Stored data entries
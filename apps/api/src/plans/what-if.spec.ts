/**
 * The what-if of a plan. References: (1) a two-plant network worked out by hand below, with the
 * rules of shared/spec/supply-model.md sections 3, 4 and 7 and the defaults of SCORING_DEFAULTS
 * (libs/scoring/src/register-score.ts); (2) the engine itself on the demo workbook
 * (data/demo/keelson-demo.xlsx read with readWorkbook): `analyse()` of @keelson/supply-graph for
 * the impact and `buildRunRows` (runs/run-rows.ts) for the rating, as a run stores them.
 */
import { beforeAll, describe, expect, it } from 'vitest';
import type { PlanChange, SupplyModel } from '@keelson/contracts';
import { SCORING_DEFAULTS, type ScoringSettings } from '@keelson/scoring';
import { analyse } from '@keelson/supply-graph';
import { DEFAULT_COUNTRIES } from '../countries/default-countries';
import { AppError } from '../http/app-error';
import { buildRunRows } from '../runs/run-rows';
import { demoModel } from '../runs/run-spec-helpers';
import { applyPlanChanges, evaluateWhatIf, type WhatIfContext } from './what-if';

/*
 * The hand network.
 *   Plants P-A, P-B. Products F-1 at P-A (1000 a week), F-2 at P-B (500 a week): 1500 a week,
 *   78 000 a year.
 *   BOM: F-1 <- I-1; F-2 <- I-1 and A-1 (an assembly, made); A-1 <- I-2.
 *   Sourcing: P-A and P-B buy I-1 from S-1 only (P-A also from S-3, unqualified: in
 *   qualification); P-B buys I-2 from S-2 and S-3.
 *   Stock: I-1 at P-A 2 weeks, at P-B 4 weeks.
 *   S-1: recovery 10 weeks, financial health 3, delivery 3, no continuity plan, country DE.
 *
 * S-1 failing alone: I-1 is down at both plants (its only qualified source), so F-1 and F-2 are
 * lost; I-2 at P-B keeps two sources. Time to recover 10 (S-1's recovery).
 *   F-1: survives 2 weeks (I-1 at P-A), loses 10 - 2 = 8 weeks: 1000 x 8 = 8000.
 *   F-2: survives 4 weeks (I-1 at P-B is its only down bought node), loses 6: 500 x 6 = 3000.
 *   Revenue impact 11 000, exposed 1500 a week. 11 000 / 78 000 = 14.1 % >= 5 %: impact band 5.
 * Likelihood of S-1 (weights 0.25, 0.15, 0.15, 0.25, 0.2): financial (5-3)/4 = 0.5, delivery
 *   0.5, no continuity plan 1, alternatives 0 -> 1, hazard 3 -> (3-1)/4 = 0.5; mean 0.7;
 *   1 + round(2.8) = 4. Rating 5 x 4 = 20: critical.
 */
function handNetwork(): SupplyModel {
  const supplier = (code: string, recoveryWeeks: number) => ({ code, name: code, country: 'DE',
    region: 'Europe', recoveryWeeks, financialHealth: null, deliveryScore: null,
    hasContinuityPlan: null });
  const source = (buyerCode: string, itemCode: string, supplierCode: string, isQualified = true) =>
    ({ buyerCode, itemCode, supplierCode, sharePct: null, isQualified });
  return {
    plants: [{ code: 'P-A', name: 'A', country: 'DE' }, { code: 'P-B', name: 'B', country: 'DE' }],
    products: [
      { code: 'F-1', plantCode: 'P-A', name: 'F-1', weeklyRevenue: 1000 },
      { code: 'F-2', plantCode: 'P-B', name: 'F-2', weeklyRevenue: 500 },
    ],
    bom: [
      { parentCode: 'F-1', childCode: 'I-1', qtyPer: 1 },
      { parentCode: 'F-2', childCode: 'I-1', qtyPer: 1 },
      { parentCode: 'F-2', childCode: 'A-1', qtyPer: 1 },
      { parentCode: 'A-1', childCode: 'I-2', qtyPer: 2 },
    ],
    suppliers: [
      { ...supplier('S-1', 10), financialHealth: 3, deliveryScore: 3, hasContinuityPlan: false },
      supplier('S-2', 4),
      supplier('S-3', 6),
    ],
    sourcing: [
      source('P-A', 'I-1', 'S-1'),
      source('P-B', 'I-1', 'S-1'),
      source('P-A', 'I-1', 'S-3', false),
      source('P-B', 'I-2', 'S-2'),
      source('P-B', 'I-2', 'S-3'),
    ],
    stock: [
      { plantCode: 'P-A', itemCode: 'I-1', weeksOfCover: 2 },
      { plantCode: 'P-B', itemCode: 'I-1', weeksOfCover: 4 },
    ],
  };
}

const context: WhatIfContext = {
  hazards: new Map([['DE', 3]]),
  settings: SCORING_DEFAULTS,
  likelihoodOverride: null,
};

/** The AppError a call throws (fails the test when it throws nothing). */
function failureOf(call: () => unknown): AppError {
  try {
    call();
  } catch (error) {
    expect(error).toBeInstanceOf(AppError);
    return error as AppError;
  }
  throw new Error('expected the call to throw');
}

▶ [Required work] Output the lines above exactly, but only those between the line holding "isQualified = true) =>" and the line holding "parentCode: 'F-2', childCode: 'I-1', qtyPer: 1", inclusive.

▶ [Solved exercise]
  const source = (buyerCode: string, itemCode: string, supplierCode: string, isQualified = true) =>
    ({ buyerCode, itemCode, supplierCode, sharePct: null, isQualified });
  return {
    plants: [{ code: 'P-A', name: 'A', country: 'DE' }, { code: 'P-B', name: 'B', country: 'DE' }],
    products: [
      { code: 'F-1', plantCode: 'P-A', name: 'F-1', weeklyRevenue: 1000 },
      { code: 'F-2', plantCode: 'P-B', name: 'F-2', weeklyRevenue: 500 },
    ],
    bom: [
      { parentCode: 'F-1', childCode: 'I-1', qtyPer: 1 },
      { parentCode: 'F-2', childCode: 'I-1', qtyPer: 1 },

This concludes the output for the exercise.